WORK INSTRUCTIONS:
State the number of lines below in which the word "Quantified" appears. Nothing else belongs in the answer.

Saved data entries
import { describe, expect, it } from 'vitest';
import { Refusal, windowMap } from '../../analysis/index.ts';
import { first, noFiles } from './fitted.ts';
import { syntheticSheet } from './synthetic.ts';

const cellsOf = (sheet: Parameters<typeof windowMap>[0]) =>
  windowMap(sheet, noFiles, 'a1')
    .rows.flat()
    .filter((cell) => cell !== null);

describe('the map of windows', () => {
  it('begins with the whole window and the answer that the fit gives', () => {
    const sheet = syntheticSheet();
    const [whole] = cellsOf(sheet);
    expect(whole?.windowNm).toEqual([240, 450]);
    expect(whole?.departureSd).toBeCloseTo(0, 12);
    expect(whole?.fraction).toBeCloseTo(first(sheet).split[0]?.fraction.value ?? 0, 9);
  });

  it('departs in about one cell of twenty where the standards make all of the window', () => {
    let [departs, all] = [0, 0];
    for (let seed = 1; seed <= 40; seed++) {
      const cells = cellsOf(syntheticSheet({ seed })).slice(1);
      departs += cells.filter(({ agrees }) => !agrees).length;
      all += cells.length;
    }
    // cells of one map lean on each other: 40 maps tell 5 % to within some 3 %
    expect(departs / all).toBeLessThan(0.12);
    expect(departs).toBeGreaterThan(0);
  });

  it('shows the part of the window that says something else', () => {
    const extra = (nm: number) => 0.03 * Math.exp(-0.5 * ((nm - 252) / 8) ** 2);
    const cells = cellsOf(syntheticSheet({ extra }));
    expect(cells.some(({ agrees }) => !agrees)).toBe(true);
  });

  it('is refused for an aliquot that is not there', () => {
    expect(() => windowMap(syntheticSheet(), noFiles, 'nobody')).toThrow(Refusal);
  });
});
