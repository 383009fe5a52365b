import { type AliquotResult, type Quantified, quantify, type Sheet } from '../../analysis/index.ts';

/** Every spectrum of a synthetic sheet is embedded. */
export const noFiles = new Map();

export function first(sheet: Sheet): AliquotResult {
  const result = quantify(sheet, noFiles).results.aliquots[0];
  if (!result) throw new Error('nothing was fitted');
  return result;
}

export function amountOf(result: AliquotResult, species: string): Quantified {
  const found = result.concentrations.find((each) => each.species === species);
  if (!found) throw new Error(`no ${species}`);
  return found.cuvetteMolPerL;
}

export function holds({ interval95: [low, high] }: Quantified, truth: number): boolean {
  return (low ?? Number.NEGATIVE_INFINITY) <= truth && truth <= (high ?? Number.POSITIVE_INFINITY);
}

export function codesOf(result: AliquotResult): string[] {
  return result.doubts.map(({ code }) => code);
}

--

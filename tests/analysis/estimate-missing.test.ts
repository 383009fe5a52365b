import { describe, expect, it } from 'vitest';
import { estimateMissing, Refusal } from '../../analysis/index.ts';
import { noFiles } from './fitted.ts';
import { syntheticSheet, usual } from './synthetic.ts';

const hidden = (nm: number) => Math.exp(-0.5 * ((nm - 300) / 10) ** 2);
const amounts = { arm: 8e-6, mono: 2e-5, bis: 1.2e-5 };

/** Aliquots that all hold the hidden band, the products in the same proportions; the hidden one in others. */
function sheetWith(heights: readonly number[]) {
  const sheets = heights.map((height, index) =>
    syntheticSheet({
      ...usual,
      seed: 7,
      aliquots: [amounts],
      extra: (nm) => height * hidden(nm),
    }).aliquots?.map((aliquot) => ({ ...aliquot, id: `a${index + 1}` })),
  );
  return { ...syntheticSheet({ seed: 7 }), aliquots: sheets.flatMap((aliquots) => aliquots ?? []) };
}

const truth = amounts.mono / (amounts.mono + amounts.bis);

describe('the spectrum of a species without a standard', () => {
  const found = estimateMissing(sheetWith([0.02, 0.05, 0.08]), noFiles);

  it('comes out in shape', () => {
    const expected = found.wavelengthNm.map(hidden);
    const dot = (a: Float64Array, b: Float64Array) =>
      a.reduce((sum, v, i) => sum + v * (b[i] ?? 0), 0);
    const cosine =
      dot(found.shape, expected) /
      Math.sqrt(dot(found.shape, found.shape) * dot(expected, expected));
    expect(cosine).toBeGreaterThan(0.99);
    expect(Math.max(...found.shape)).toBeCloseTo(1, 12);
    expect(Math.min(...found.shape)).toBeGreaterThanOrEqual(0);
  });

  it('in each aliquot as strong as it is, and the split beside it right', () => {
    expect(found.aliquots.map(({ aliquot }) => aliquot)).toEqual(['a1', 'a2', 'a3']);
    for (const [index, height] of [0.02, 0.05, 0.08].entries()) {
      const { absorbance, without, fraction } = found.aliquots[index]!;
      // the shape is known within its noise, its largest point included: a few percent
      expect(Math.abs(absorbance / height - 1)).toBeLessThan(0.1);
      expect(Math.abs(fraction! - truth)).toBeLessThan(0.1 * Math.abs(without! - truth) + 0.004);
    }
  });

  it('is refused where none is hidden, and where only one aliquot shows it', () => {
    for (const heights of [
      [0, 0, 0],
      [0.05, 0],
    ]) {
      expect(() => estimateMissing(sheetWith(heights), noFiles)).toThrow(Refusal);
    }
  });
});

---

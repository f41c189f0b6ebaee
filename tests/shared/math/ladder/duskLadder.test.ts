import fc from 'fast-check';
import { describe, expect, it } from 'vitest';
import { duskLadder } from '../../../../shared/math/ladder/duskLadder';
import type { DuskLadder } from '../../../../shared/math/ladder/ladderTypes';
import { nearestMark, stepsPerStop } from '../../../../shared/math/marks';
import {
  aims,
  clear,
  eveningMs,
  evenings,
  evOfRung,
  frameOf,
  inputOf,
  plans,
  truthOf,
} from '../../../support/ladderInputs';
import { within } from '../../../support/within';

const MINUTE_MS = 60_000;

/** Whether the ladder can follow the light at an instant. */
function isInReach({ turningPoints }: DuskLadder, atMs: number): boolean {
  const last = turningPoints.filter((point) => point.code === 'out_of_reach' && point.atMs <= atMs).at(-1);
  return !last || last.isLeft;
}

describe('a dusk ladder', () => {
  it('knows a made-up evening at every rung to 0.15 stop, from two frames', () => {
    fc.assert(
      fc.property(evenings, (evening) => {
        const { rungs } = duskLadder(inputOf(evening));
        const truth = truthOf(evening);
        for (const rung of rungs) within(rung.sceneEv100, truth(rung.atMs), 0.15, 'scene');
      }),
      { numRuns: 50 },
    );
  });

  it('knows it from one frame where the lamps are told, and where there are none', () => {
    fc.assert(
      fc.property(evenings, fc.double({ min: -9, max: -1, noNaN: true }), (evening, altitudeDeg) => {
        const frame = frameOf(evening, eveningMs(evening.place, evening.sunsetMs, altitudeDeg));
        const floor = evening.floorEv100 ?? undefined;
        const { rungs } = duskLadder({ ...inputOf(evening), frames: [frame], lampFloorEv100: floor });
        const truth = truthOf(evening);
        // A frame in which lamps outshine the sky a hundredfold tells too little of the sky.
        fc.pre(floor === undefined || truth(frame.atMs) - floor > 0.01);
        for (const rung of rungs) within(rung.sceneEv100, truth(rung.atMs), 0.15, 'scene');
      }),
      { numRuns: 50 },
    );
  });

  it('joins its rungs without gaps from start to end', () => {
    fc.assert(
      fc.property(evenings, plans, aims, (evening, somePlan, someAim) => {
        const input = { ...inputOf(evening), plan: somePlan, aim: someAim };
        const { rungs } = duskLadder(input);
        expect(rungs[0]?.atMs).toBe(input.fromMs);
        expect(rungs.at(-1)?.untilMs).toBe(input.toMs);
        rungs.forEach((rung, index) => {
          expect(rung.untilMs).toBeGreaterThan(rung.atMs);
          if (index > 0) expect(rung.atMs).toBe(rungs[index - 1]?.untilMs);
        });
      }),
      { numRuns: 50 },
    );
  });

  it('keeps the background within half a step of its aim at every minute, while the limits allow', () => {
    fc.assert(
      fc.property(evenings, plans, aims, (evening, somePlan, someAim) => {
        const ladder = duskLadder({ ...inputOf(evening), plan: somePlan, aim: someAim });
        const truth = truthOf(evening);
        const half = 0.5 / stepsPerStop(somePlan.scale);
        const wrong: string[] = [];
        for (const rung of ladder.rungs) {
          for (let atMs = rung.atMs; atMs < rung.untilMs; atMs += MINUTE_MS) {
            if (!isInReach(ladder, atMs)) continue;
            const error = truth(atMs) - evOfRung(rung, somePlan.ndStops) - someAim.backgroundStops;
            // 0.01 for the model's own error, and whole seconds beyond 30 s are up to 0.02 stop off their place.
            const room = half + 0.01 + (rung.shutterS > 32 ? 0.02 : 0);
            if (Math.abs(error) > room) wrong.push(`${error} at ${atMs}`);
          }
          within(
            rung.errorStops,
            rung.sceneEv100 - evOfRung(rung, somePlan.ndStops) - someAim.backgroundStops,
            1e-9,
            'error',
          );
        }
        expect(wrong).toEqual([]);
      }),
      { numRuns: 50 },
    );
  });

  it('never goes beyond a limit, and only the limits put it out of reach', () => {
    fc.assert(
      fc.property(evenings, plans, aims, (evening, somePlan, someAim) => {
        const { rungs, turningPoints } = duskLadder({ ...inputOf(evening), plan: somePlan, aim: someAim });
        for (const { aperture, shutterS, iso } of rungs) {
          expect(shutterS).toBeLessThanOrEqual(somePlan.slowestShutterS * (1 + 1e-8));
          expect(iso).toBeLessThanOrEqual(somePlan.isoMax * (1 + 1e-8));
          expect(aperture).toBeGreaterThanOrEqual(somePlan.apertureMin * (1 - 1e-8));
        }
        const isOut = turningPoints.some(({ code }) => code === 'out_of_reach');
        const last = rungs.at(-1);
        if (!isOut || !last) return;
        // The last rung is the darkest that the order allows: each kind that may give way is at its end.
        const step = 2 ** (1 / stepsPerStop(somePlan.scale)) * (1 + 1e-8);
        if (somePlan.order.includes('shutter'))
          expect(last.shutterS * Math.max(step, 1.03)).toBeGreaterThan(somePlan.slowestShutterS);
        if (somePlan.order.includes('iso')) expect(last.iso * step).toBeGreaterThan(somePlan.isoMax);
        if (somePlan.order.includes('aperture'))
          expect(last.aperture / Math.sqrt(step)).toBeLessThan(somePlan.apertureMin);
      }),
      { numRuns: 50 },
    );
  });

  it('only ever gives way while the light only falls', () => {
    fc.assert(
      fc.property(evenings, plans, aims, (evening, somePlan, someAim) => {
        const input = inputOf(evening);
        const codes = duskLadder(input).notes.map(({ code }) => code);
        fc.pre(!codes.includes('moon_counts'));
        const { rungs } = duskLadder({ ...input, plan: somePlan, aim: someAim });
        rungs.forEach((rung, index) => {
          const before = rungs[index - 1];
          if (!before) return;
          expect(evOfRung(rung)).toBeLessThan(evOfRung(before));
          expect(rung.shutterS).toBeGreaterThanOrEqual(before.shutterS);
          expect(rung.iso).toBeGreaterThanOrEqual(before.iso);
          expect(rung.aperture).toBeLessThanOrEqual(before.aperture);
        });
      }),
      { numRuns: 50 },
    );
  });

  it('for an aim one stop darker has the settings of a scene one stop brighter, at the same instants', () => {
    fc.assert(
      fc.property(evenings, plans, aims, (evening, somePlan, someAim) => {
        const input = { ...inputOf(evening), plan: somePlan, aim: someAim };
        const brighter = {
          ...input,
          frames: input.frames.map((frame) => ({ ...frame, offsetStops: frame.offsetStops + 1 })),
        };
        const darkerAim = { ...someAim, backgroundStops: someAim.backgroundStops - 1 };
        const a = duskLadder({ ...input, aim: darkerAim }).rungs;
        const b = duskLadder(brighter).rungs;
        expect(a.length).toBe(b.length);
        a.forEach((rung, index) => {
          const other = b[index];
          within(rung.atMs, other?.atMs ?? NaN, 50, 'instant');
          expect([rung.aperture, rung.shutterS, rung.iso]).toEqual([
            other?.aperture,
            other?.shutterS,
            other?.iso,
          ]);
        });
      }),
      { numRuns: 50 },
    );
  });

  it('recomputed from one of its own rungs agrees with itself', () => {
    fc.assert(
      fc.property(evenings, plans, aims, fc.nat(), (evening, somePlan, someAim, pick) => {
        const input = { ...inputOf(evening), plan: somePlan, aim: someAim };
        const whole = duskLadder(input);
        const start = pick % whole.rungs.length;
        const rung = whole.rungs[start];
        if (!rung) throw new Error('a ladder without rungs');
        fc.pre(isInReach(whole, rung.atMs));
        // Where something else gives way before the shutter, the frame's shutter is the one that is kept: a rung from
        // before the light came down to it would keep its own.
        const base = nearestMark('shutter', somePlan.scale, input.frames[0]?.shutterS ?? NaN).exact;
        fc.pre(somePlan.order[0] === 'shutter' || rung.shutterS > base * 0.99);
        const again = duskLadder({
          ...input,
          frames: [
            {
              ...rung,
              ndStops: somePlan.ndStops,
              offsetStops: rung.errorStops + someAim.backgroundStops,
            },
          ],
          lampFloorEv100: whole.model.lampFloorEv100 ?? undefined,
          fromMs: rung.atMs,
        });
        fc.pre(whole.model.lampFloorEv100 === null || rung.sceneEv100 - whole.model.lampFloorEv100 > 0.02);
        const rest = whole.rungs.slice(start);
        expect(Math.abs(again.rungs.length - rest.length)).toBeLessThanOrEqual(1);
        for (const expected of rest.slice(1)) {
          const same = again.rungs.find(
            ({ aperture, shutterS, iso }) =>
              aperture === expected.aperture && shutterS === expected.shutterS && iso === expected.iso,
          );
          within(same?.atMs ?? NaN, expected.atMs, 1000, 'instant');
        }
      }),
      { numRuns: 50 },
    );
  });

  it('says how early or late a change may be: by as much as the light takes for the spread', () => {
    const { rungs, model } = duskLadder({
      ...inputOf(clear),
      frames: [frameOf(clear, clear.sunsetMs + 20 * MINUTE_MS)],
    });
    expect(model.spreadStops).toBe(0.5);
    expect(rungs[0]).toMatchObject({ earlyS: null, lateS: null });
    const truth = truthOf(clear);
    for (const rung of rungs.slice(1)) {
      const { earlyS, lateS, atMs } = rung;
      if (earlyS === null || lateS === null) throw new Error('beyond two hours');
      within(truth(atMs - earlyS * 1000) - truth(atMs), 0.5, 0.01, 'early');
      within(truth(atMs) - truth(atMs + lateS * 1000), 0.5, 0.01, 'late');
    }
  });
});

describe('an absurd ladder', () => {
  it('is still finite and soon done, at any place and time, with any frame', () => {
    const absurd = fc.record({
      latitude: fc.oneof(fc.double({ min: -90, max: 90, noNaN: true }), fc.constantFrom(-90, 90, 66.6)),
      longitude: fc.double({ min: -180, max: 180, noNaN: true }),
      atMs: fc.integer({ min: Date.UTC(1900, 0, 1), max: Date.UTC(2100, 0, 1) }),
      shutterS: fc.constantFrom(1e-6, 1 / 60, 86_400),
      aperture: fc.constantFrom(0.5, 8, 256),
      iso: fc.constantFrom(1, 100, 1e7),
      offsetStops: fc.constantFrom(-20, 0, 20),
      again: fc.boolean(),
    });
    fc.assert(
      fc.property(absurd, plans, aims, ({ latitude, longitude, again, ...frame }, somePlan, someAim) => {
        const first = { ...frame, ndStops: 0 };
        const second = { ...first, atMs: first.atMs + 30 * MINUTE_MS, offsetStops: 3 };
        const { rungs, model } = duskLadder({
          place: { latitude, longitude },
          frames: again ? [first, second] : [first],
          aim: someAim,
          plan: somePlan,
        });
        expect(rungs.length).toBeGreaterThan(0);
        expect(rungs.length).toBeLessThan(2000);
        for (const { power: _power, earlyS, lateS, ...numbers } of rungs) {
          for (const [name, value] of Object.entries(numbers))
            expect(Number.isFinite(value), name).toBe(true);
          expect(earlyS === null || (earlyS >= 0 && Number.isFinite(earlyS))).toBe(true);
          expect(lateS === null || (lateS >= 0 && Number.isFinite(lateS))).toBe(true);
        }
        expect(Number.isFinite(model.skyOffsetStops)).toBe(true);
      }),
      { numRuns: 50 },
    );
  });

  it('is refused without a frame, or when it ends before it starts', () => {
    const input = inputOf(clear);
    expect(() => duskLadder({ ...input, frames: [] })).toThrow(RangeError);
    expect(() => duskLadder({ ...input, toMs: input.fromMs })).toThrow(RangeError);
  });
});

WRITTEN REPLY:
3